*** Opening Record set ***
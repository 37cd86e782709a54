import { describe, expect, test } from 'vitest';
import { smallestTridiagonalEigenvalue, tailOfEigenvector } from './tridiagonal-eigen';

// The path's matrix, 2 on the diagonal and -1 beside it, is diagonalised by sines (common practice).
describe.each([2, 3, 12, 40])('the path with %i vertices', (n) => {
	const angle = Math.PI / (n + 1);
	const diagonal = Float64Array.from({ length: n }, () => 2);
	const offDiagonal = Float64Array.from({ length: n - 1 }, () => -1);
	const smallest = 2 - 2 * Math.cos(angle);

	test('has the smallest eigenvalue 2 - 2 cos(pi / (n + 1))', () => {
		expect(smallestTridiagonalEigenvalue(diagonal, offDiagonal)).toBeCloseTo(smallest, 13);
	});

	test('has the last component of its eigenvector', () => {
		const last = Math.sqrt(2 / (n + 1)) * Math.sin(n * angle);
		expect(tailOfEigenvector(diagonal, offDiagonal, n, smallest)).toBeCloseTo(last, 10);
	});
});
*** Closing Record set ***
■ Work request:
A reply should hold exactly the lines from the one containing "const smallest = 2 - 2 * Math.cos(angle);" through the end of the data above, nothing more.

■ Answer box:
	const smallest = 2 - 2 * Math.cos(angle);

	test('has the smallest eigenvalue 2 - 2 cos(pi / (n + 1))', () => {
		expect(smallestTridiagonalEigenvalue(diagonal, offDiagonal)).toBeCloseTo(smallest, 13);
	});

	test('has the last component of its eigenvector', () => {
		const last = Math.sqrt(2 / (n + 1)) * Math.sin(n * angle);
		expect(tailOfEigenvector(diagonal, offDiagonal, n, smallest)).toBeCloseTo(last, 10);
	});
});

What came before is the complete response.